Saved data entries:
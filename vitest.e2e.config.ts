import { fileURLToPath } from 'node:url';
import { defineConfig } from 'vitest/config';

// Browser tests: one built product, started once by the supervisor as its users start it, one browser.
export default defineConfig({
	resolve: { alias: { $lib: fileURLToPath(new URL('./src/lib', import.meta.url)) } },
	test: {
		include: ['tests/e2e/**/*.test.ts'],
		globalSetup: ['tests/e2e/support/global-setup.ts'],
		environment: 'node',
		fileParallelism: false,
		testTimeout: 240_000,
		hookTimeout: 120_000
	}
});
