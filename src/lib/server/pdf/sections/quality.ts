import type { Content } from 'pdfmake/interfaces';
import { formatMoment } from '../../../report/dates';
import { formatDuration, formatNumber } from '../../../units/format';
import type { SheetContext } from '../sheet-context';
import { heading, paragraph, ruledTable, soft } from '../typeset';

const SEVERITY = { blocks: 'blocks a verdict', warns: 'warning', notes: 'note' } as const;
const INTERVAL: Record<string, string> = {
	window: '10/12 cycles',
	'3s': '3 s',
	'10min': '10 min',
	'2h': '2 h'
};

export function qualitySection(context: SheetContext): Content[] {
	const { quality, site } = context.model;
	return [
		...heading('What was found about the captures'),
		quality.remarks.length === 0
			? soft(
					'The checks for clipping, dead channels, reversed or swapped sensors, wrong nominal frequency and too low a sampling rate found nothing.'
				)
			: ruledTable(
					[
						{ head: 'Capture', width: 110 },
						{ head: 'Weight', width: 80 },
						{ head: 'Finding', width: '*' }
					],
					quality.remarks.map((r) => [r.capture, SEVERITY[r.severity], r.sentence])
				),
		...heading('Flagged intervals'),
		paragraph(
			quality.flaggedTotal === 0
				? `None of the ${formatNumber(quality.intervalTotal, { decimals: 0 })} intervals is flagged.`
				: `${formatNumber(quality.flaggedTotal, { decimals: 0 })} of ${formatNumber(quality.intervalTotal, { decimals: 0 })} intervals are flagged because a dip, a swell or an interruption lies in them.`
		),
		...(quality.flagged.length === 0
			? []
			: [
					ruledTable(
						[
							{ head: 'Start, time of the site', width: '*' },
							{ head: 'Interval', width: 80 },
							{ head: 'Length', width: 70, align: 'right' },
							{ head: 'Quantity', width: 80 }
						],
						quality.flagged.map((f) => [
							formatMoment(f.startsAt, site.timeZone),
							INTERVAL[f.interval] ?? f.interval,
							formatDuration(f.length_s),
							f.quantity
						])
					)
				]),
		...(quality.flaggedTotal > quality.flagged.length
			? [soft(`The first ${quality.flagged.length} are listed; all are kept with the captures.`)]
			: [])
	];
}
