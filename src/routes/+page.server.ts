import { redirect } from '@sveltejs/kit';
import { homePath } from '$lib/access/home-path';
import type { PageServerLoad } from './$types';

export const load: PageServerLoad = ({ locals }) => {
	redirect(303, locals.actor ? homePath(locals.actor) : '/sign-in');
};
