import { describe, expect, it } from 'vitest';
import { errorOfClass_pct, sensorError_pct, type SensorKind } from '$lib/register/sensor-facts';
import {
	EMPTY_SENSOR,
	parseAngle_deg,
	sensorFactsFromForm,
	sensorFormFromFacts,
	sensorFormSchema
} from '$lib/register/sensor-form';
import { formatSensorRatio, parseSensorRatio, toPrimaryFactor } from '$lib/register/sensor-ratio';

describe('the ratio of a sensor as people type it', () => {
	it.each([
		['clamp', '1000 A : 1 V', 1000, 1, 'V'],
		['clamp', '1000A/1V', 1000, 1, 'V'],
		['clamp', '10 mV/A', 1, 10, 'mV'],
		['clamp', '1 mV per A', 1, 1, 'mV'],
		['clamp', '0.1 V/A', 1, 0.1, 'V'],
		['clamp', '1 kA : 1 A', 1000, 1, 'A'],
		['flexible-coil', '3000 A / 333 mV', 3000, 333, 'mV'],
		['flexible-coil', '3000 : 3', 3000, 3, 'V'],
		['current-transformer', '200 : 5 A', 200, 5, 'A'],
		['current-transformer', '200/5', 200, 5, 'A'],
		['current-transformer', '400 A : 333 mV', 400, 333, 'mV'],
		['shunt', '100 A : 60 mV', 100, 60, 'mV'],
		['shunt', '60 mV / 100 A', 100, 60, 'mV'],
		['voltage-transformer', '14.4 kV : 120 V', 14400, 120, 'V'],
		['voltage-transformer', '14.4 kV/120 V', 14400, 120, 'V'],
		['voltage-lead', '10 : 1', 10, 1, 'V']
	] as const)('%s “%s”', (kind, text, primary, secondary, secondaryUnit) => {
		const parsed = parseSensorRatio(kind, text);
		expect(parsed).toEqual({ ok: true, value: { primary, secondary, secondaryUnit } });
		if (!parsed.ok) return;
		// What is shown reads back as the same.
		expect(parseSensorRatio(kind, formatSensorRatio(kind, parsed.value))).toEqual(parsed);
	});

	it.each([
		['clamp', '1000'],
		['clamp', 'a lot : 1 V'],
		['clamp', '0 A : 1 V'],
		['clamp', '1 : 2 : 3'],
		['shunt', '100 A : 5 A'],
		['voltage-transformer', '14.4 kV : 5 A'],
		['current-transformer', '200 V : 5 A']
	] as [SensorKind, string][])('refuses %s “%s” with an example', (kind, text) => {
		const parsed = parseSensorRatio(kind, text);
		expect(parsed.ok).toBe(false);
		if (!parsed.ok) expect(parsed.problem).toContain('for example');
	});

	it('turns a value at the input into one of the primary', () => {
		expect(toPrimaryFactor({ primary: 1000, secondary: 1, secondaryUnit: 'V' })).toBe(1000);
		expect(toPrimaryFactor({ primary: 200, secondary: 5, secondaryUnit: 'A' })).toBe(40);
		expect(toPrimaryFactor({ primary: 1, secondary: 10, secondaryUnit: 'mV' })).toBe(100);
	});
});

describe('accuracy of a sensor', () => {
	it.each([
		['0.5', 0.5],
		['0,5', 0.5],
		['0.5S', 0.5],
		['class 1', 1],
		['cl. 3', 3],
		['5P20', null],
		['good', null],
		['', null]
	])('class “%s” stands for %s %%', (mark, error_pct) => {
		expect(errorOfClass_pct(mark)).toBe(error_pct);
	});

	it('prefers the stated error, and says not known where there is neither', () => {
		expect(sensorError_pct({ ratioError_pct: 0.7, accuracyClass: '1' })).toBe(0.7);
		expect(sensorError_pct({ ratioError_pct: null, accuracyClass: '1' })).toBe(1);
		expect(sensorError_pct({ ratioError_pct: null, accuracyClass: '' })).toBeNull();
	});

	it('reads angles in degrees and in minutes of arc', () => {
		expect(parseAngle_deg('0.5°')).toBe(0.5);
		expect(parseAngle_deg('30 min')).toBe(0.5);
		expect(parseAngle_deg("45'")).toBe(0.75);
		expect(parseAngle_deg('1,5')).toBe(1.5);
		expect(parseAngle_deg('half')).toBeNull();
	});
});

describe('the sensor form', () => {
	const form = {
		...EMPTY_SENSOR,
		name: 'Clamp 3',
		ratio: '1000 A : 1 V',
		ratioError: '0.75 %',
		phaseError: '45 min',
		highestFrequency: '10 kHz'
	};

	it('gives facts, and the same facts again after showing them', () => {
		const facts = sensorFactsFromForm(sensorFormSchema.parse(form));
		expect(facts).toMatchObject({
			ratio: { primary: 1000, secondary: 1, secondaryUnit: 'V' },
			ratioError_pct: 0.75,
			phaseError_deg: 0.75,
			highestFrequency_Hz: 10_000
		});
		expect(sensorFactsFromForm(sensorFormFromFacts(facts))).toEqual(facts);
	});

	it('says beside the field what to enter', () => {
		const checked = sensorFormSchema.safeParse({
			...form,
			name: '',
			ratio: 'much',
			ratioError: '80 %',
			phaseError: '90°',
			highestFrequency: 'high'
		});
		expect(checked.error?.issues.map((issue) => issue.path[0]).sort()).toEqual(
			['name', 'ratio', 'ratioError', 'phaseError', 'highestFrequency'].sort()
		);
	});
});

#### Task instructions:
Write the number of lines above that contain the string "formatNumber", and nothing besides.

#### Answer:
3